> _WHAT THE TASK REQUIRES_
The answer must consist only of the lines from the line with "def get(conn, client_id: int, *, field: str" to the line with "return as_json(row, _hours(conn, [client_id])[client_id])", both included, exactly as they stand below.

> _SUPPLIED DATA_
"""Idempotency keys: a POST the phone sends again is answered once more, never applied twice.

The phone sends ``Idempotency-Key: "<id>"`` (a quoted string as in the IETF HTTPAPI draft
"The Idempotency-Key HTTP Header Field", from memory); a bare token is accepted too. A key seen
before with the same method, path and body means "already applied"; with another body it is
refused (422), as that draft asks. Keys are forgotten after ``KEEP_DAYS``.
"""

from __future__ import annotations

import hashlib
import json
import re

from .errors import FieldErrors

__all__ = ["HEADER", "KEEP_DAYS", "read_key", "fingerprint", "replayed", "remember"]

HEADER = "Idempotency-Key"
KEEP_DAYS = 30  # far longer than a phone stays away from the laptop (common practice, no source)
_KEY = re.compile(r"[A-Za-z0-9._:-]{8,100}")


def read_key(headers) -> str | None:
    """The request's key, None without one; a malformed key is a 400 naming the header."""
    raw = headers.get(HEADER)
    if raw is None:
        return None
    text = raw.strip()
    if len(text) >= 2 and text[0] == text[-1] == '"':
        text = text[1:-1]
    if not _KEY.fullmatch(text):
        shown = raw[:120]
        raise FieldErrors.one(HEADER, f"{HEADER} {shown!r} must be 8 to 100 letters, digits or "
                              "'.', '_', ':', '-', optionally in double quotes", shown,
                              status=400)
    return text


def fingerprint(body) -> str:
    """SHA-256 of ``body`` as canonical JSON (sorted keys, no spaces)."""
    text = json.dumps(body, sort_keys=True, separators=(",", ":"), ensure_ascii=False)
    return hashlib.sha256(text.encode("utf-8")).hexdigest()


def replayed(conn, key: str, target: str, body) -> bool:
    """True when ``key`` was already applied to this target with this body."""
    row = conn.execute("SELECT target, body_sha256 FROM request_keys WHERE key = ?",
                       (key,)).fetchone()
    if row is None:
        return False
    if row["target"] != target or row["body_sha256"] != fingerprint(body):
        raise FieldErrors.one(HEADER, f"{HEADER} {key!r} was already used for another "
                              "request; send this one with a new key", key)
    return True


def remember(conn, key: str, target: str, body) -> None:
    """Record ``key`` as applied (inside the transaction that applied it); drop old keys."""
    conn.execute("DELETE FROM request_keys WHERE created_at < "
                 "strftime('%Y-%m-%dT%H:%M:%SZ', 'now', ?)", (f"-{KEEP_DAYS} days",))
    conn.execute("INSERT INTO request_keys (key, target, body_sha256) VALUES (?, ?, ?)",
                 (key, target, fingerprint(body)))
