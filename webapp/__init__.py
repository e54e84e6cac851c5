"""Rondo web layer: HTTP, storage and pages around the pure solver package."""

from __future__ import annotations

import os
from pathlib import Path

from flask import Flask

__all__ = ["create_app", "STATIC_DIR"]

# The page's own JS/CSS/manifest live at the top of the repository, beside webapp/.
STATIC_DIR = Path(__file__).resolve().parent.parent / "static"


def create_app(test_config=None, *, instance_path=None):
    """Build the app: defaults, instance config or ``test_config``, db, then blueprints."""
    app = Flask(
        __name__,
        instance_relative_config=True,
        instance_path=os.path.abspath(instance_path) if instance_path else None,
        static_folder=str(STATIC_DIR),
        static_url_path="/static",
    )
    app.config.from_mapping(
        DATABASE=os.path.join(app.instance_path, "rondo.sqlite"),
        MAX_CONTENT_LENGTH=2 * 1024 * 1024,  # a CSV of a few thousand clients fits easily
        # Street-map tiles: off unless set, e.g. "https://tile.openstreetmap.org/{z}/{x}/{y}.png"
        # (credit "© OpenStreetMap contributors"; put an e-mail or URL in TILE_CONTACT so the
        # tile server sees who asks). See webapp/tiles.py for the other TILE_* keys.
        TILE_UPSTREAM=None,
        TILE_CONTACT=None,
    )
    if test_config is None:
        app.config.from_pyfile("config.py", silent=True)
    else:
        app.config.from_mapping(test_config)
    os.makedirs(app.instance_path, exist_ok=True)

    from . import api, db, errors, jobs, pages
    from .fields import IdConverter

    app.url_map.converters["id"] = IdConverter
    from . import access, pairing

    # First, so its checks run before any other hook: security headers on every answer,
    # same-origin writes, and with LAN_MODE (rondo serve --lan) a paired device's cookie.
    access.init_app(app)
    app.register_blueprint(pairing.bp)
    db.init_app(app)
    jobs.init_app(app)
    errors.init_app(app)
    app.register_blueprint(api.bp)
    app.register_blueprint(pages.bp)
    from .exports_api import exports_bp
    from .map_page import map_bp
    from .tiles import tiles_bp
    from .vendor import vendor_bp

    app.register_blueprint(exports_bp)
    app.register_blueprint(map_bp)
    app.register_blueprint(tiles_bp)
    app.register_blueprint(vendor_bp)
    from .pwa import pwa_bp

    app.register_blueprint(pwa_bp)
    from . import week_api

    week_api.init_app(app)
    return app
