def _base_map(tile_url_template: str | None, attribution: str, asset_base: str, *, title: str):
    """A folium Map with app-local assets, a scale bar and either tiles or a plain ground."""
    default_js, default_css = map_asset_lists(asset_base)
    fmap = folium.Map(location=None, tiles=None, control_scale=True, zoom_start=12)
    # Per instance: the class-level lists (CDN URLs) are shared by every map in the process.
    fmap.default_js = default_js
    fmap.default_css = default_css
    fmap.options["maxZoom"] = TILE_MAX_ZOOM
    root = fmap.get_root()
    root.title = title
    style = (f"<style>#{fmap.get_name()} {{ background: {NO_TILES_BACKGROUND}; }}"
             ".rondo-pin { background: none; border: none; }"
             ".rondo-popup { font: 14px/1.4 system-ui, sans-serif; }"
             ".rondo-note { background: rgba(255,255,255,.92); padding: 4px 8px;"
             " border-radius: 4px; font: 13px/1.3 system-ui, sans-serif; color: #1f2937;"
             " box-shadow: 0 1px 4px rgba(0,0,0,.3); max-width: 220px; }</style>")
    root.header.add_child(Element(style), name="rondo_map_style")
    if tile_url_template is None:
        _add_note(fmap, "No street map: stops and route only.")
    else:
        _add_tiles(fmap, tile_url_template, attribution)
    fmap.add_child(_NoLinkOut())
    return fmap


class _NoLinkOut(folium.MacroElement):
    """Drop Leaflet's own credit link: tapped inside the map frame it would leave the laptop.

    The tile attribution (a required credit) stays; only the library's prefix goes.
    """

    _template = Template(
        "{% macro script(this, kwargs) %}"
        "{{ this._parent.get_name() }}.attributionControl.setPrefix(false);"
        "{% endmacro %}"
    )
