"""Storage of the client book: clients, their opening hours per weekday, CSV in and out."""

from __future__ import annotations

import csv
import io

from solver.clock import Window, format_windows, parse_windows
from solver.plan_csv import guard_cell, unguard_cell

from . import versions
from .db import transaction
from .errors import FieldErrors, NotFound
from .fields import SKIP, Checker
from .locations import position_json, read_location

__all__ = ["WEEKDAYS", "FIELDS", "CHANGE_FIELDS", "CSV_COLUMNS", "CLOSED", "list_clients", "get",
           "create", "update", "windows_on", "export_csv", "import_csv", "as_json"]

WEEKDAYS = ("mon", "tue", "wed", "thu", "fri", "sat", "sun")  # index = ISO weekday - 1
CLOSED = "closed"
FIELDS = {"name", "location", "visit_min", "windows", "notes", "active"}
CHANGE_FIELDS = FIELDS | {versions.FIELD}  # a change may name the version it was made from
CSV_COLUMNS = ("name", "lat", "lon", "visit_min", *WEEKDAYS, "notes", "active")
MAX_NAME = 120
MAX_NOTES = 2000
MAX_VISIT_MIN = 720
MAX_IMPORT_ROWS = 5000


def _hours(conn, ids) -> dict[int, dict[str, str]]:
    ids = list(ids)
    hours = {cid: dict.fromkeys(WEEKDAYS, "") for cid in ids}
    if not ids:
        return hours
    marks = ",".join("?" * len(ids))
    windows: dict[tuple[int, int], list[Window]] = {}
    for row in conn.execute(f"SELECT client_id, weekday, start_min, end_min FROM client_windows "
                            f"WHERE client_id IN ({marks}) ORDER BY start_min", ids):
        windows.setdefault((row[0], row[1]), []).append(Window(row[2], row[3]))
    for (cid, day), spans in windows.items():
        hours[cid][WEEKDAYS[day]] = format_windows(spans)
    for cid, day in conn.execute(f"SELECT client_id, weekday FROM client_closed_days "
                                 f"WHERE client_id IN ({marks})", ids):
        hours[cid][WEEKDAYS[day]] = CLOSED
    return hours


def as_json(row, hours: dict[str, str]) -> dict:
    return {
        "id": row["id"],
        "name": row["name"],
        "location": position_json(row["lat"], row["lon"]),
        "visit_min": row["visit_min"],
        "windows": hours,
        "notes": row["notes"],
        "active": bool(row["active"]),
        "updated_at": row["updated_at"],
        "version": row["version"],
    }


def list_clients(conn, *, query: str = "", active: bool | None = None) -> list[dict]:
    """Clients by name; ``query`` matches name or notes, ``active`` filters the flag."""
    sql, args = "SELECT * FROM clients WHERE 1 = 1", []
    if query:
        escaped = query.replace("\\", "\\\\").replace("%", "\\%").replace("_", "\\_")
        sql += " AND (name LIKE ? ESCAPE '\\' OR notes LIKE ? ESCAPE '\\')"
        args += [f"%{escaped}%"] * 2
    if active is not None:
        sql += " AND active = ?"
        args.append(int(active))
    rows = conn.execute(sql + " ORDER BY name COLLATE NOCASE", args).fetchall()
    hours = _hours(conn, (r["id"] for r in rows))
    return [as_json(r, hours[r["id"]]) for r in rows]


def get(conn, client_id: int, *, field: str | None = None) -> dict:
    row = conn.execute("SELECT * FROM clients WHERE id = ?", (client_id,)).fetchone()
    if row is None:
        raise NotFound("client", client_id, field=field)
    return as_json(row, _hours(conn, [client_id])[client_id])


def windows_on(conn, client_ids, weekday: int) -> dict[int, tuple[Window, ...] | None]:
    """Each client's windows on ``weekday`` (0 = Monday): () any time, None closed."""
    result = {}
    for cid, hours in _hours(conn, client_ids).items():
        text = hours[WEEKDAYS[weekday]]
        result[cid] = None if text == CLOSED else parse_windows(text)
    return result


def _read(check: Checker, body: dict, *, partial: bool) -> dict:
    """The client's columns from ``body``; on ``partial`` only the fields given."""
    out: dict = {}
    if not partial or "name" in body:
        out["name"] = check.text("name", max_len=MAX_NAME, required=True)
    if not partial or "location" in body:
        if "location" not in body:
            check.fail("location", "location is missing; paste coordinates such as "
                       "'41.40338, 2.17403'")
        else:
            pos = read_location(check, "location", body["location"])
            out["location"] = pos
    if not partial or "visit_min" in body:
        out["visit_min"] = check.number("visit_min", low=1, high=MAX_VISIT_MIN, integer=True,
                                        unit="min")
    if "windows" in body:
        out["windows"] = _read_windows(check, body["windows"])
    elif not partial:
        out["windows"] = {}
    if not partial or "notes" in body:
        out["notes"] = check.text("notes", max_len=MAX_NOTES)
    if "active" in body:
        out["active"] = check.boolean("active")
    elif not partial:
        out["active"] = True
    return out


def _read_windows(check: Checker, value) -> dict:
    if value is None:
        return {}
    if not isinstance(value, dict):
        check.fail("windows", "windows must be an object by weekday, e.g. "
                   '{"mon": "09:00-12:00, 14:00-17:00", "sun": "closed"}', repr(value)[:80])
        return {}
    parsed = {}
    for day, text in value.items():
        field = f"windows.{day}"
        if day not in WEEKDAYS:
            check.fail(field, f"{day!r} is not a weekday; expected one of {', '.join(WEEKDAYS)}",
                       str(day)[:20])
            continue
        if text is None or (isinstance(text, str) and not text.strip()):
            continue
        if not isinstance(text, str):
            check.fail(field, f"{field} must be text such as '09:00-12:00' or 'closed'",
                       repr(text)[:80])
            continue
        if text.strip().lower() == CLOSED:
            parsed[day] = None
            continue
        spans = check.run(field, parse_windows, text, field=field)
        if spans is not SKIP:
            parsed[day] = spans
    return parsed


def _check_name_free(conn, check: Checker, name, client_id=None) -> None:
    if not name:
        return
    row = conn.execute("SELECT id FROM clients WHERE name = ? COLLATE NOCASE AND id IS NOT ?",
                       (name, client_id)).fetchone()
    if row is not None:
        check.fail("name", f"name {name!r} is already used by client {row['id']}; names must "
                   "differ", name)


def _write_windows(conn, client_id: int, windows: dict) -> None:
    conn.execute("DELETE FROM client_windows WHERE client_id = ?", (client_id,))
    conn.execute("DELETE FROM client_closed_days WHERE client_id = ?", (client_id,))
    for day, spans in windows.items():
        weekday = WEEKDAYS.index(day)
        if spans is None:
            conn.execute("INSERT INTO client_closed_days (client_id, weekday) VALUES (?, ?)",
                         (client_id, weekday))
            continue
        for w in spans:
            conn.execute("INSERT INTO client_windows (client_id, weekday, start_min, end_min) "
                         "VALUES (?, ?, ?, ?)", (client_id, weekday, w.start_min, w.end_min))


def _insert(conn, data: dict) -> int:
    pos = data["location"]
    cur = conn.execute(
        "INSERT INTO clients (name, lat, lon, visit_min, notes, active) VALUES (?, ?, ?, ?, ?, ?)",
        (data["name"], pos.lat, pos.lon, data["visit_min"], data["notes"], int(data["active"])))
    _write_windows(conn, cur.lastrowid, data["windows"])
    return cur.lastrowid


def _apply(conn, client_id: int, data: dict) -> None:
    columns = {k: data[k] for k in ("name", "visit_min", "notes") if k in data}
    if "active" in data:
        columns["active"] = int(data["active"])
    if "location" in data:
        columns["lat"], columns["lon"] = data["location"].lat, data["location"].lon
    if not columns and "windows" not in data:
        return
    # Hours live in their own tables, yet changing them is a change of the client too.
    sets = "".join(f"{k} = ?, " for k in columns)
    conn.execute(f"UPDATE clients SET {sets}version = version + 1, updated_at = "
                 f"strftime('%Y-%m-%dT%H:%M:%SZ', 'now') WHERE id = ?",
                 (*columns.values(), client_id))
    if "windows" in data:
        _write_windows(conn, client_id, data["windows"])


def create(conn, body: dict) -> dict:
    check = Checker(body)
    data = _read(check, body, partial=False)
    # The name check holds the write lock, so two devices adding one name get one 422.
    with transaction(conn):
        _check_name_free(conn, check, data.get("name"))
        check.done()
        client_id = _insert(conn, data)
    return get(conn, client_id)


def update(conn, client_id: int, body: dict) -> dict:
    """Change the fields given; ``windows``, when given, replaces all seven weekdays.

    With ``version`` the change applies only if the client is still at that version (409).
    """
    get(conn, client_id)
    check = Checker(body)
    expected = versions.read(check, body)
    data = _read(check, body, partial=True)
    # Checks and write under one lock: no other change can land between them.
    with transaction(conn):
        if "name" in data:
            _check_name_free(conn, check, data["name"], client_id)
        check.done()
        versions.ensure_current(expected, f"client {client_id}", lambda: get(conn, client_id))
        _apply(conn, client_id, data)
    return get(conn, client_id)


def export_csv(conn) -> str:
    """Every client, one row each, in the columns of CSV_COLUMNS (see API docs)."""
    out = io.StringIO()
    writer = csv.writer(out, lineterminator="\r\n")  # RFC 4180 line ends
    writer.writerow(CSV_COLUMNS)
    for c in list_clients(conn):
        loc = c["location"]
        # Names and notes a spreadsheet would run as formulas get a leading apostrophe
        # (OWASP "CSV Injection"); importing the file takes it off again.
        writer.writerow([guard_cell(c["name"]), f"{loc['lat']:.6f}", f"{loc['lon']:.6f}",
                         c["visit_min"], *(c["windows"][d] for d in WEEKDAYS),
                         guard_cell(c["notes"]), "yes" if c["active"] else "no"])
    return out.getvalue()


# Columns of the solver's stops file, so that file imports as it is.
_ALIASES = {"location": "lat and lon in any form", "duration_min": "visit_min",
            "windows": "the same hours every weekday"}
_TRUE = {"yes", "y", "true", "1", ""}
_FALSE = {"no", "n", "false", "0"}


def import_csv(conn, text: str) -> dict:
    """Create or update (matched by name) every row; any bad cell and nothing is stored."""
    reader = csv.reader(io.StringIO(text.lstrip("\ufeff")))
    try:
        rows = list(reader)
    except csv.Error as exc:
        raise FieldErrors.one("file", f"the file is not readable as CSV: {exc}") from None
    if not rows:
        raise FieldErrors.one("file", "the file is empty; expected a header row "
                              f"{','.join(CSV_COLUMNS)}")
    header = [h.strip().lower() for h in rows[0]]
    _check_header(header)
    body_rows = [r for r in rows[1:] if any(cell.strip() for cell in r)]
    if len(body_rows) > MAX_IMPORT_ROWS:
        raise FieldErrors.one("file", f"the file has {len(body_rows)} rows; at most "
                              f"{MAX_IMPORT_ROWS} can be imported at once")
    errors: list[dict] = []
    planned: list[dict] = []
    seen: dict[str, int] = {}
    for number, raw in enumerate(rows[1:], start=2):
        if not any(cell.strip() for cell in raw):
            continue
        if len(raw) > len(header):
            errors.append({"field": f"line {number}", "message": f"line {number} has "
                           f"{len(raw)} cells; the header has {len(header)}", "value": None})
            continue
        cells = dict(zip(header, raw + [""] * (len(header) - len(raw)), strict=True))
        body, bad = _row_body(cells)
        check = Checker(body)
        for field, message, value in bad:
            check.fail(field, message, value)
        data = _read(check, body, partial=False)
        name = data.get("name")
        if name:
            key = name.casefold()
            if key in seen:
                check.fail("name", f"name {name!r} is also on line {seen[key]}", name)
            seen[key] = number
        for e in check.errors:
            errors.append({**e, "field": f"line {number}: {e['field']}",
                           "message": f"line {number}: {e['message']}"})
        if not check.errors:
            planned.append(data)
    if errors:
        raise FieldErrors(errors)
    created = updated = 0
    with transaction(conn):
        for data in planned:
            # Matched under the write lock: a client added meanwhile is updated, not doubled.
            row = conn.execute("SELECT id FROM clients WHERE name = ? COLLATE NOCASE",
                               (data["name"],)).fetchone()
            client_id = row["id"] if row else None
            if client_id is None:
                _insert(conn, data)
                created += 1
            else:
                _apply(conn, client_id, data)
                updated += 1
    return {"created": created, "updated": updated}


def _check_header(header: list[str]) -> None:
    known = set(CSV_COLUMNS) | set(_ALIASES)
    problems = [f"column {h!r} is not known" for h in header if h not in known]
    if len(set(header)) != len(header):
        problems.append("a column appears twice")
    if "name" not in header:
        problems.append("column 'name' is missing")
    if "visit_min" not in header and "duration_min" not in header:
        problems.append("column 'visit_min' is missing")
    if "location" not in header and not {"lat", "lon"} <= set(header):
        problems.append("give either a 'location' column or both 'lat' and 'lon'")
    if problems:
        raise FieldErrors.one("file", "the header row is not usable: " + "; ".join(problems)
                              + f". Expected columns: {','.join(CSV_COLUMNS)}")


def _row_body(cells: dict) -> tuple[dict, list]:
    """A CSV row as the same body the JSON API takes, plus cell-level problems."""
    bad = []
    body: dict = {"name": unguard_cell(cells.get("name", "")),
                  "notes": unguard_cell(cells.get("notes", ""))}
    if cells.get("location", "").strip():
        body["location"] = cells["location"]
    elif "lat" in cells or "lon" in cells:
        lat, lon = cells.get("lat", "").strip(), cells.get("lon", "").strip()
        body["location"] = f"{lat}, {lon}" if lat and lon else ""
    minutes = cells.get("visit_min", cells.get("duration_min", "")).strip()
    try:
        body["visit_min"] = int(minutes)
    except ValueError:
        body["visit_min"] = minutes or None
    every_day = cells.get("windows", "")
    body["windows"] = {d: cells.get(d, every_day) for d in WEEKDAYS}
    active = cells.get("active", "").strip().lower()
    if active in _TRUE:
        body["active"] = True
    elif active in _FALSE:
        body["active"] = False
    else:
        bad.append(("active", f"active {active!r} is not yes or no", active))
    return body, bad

> _RESPONSE TO THE EXERCISE_
def get(conn, client_id: int, *, field: str | None = None) -> dict:
    row = conn.execute("SELECT * FROM clients WHERE id = ?", (client_id,)).fetchone()
    if row is None:
        raise NotFound("client", client_id, field=field)
    return as_json(row, _hours(conn, [client_id])[client_id])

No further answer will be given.